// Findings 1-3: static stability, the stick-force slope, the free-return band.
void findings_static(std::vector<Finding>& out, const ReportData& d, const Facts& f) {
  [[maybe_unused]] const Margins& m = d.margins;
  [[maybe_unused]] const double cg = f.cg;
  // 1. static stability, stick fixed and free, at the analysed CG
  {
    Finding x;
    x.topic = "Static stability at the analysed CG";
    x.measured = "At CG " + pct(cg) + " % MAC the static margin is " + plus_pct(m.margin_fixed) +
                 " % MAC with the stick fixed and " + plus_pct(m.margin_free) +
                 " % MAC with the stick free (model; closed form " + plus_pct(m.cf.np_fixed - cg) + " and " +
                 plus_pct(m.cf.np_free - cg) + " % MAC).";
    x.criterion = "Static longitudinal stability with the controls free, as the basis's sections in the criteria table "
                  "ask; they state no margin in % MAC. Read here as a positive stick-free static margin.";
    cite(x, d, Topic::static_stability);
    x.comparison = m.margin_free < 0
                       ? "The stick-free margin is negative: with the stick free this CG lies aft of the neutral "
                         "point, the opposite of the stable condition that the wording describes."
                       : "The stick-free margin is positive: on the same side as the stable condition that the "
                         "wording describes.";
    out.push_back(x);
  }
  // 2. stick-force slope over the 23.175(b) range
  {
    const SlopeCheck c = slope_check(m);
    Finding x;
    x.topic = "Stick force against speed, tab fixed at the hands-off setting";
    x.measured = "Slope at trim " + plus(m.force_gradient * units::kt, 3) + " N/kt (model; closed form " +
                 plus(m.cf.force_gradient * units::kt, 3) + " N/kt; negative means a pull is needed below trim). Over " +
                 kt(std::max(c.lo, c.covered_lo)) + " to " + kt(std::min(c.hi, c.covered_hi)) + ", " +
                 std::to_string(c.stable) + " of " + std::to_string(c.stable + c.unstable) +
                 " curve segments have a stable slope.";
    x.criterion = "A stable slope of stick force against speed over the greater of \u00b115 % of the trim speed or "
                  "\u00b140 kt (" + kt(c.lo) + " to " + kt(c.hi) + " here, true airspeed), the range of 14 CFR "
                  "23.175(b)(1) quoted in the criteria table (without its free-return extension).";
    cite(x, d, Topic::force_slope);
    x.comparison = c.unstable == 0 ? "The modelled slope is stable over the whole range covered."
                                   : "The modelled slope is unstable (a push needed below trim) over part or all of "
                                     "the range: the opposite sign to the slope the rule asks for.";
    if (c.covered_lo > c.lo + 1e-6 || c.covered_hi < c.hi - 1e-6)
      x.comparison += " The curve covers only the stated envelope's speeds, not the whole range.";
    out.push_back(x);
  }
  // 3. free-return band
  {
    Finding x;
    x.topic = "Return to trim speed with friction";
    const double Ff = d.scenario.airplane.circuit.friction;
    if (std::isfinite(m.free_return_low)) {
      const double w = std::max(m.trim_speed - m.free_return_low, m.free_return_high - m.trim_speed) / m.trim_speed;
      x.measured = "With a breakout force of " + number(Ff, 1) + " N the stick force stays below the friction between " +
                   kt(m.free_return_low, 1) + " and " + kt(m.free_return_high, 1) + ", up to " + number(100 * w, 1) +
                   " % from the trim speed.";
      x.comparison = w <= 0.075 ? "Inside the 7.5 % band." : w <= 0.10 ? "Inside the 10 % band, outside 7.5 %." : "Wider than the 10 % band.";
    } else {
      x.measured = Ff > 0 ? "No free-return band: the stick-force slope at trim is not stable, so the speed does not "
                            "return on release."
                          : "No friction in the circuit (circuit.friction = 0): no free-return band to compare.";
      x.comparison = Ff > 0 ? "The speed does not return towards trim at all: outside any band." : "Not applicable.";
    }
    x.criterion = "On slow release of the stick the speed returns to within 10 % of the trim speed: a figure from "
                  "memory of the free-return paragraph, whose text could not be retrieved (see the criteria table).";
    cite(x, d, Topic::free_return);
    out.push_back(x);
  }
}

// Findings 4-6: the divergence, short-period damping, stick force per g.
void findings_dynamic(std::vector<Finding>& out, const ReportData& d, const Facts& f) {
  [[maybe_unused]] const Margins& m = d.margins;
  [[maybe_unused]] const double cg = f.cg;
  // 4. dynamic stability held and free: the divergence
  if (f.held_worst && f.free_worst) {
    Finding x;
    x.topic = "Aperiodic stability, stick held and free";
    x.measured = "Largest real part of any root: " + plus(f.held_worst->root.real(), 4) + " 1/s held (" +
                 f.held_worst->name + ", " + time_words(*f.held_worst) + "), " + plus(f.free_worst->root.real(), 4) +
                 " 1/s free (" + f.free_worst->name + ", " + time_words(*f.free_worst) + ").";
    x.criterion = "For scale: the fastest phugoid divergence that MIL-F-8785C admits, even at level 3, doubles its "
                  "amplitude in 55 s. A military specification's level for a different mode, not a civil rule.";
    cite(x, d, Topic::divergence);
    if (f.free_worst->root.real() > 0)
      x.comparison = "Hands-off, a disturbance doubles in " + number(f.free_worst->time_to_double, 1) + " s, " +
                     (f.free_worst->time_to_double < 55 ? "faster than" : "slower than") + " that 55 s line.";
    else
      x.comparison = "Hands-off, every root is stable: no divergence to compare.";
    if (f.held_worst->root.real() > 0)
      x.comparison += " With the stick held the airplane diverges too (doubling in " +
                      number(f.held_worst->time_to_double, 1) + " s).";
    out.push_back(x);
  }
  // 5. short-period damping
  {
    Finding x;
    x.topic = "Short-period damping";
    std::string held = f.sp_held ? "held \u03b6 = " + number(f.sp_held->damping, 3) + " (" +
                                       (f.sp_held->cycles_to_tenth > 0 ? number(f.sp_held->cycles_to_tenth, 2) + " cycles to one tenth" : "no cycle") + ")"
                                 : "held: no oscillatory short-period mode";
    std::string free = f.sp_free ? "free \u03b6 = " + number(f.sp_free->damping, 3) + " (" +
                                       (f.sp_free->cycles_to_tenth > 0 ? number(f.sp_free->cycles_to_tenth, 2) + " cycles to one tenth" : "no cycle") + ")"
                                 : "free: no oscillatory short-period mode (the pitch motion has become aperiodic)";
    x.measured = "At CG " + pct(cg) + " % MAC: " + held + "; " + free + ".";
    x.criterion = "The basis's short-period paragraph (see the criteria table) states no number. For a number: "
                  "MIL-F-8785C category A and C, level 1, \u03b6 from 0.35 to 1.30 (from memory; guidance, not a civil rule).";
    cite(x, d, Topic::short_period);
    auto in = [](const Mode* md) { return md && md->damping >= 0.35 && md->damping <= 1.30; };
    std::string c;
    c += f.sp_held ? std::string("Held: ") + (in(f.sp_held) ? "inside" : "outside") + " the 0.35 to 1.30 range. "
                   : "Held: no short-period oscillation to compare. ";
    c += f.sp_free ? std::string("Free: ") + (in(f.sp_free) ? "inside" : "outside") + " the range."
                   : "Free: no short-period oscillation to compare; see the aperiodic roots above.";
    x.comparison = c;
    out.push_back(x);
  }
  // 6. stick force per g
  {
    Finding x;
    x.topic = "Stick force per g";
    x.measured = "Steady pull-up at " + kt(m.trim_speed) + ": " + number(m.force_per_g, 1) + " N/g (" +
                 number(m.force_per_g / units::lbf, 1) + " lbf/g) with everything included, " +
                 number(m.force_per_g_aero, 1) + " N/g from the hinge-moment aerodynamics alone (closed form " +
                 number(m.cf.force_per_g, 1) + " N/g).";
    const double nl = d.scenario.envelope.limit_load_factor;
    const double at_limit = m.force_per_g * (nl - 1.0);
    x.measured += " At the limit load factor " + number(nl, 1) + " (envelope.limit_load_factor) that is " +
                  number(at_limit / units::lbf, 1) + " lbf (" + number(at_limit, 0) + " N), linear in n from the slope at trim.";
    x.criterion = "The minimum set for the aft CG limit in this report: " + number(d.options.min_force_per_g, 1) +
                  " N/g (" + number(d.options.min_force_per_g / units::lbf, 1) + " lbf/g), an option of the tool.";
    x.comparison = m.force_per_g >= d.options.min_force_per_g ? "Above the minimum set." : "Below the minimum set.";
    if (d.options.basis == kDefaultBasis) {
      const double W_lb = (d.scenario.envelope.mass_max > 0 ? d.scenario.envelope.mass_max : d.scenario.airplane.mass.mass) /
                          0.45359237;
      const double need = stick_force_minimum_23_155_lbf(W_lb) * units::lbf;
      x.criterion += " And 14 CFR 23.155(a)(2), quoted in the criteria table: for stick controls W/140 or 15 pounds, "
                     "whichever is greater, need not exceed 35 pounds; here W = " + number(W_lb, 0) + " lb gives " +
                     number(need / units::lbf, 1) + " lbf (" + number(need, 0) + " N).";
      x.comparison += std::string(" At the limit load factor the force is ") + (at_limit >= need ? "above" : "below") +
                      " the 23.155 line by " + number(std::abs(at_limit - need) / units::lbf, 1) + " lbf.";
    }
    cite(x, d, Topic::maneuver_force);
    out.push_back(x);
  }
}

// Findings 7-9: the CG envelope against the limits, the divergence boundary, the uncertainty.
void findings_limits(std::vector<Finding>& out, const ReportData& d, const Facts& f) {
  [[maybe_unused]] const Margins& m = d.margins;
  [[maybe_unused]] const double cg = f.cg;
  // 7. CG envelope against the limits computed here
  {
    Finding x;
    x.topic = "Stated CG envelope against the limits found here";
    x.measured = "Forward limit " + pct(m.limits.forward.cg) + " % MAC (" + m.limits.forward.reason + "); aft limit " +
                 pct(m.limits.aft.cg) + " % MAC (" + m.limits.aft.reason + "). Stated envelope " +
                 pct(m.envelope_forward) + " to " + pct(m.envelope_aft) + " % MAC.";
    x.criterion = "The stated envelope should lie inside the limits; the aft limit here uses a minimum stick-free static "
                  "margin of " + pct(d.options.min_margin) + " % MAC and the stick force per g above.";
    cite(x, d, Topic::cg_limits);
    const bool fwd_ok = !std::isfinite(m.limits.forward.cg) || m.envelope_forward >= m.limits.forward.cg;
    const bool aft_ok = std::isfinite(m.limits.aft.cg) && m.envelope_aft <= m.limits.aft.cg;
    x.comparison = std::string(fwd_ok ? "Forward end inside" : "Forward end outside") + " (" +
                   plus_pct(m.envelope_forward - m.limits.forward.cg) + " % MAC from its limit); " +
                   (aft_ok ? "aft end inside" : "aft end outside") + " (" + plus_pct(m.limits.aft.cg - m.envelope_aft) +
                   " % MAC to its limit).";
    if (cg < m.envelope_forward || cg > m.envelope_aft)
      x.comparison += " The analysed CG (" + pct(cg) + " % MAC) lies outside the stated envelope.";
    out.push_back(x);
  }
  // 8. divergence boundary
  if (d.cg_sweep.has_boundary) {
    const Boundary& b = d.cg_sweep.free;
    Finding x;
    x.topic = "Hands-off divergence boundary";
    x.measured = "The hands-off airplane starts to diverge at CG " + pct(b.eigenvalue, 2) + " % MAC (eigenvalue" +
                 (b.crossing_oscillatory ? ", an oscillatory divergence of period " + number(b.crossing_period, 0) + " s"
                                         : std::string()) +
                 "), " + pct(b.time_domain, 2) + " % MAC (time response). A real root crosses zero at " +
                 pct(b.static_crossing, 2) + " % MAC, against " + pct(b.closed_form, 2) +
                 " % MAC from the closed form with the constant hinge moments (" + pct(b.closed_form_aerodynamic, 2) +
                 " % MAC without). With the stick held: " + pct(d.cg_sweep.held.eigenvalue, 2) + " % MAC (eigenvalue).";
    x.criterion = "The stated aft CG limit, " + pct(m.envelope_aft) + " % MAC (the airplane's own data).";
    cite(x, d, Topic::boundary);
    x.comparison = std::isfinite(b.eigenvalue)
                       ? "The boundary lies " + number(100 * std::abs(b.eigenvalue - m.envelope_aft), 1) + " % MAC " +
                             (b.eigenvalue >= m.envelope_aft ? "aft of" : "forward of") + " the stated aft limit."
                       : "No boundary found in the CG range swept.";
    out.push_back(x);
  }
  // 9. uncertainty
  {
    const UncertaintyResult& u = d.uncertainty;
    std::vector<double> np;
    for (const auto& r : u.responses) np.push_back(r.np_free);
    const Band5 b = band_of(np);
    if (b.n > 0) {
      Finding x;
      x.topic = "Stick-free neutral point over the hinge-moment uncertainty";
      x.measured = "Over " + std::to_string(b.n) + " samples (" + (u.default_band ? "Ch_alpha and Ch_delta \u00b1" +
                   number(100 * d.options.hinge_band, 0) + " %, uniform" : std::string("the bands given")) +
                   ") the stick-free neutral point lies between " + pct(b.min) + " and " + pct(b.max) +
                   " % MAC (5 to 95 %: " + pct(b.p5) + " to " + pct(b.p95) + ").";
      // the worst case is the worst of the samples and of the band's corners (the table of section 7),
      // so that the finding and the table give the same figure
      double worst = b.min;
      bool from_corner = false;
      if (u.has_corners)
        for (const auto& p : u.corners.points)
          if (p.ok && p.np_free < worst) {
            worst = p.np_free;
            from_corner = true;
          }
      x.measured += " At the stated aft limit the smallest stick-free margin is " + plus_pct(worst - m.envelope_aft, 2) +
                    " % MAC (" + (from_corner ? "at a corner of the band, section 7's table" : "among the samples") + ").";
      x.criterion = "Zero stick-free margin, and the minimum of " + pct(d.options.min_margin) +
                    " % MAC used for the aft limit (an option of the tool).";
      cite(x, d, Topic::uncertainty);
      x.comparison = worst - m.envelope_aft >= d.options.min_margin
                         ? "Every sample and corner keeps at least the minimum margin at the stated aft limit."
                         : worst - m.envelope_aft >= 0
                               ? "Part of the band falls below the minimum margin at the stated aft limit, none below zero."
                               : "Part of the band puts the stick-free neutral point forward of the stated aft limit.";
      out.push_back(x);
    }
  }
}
+ + + + + + +
Only an exact copy of the lines from the beginning of the listing through the line with "plus(m.cf.force_gradient * units::kt, 3)", both included, belongs in the answer.

// Findings 1-3: static stability, the stick-force slope, the free-return band.
void findings_static(std::vector<Finding>& out, const ReportData& d, const Facts& f) {
  [[maybe_unused]] const Margins& m = d.margins;
  [[maybe_unused]] const double cg = f.cg;
  // 1. static stability, stick fixed and free, at the analysed CG
  {
    Finding x;
    x.topic = "Static stability at the analysed CG";
    x.measured = "At CG " + pct(cg) + " % MAC the static margin is " + plus_pct(m.margin_fixed) +
                 " % MAC with the stick fixed and " + plus_pct(m.margin_free) +
                 " % MAC with the stick free (model; closed form " + plus_pct(m.cf.np_fixed - cg) + " and " +
                 plus_pct(m.cf.np_free - cg) + " % MAC).";
    x.criterion = "Static longitudinal stability with the controls free, as the basis's sections in the criteria table "
                  "ask; they state no margin in % MAC. Read here as a positive stick-free static margin.";
    cite(x, d, Topic::static_stability);
    x.comparison = m.margin_free < 0
                       ? "The stick-free margin is negative: with the stick free this CG lies aft of the neutral "
                         "point, the opposite of the stable condition that the wording describes."
                       : "The stick-free margin is positive: on the same side as the stable condition that the "
                         "wording describes.";
    out.push_back(x);
  }
  // 2. stick-force slope over the 23.175(b) range
  {
    const SlopeCheck c = slope_check(m);
    Finding x;
    x.topic = "Stick force against speed, tab fixed at the hands-off setting";
    x.measured = "Slope at trim " + plus(m.force_gradient * units::kt, 3) + " N/kt (model; closed form " +
                 plus(m.cf.force_gradient * units::kt, 3) + " N/kt; negative means a pull is needed below trim). Over " +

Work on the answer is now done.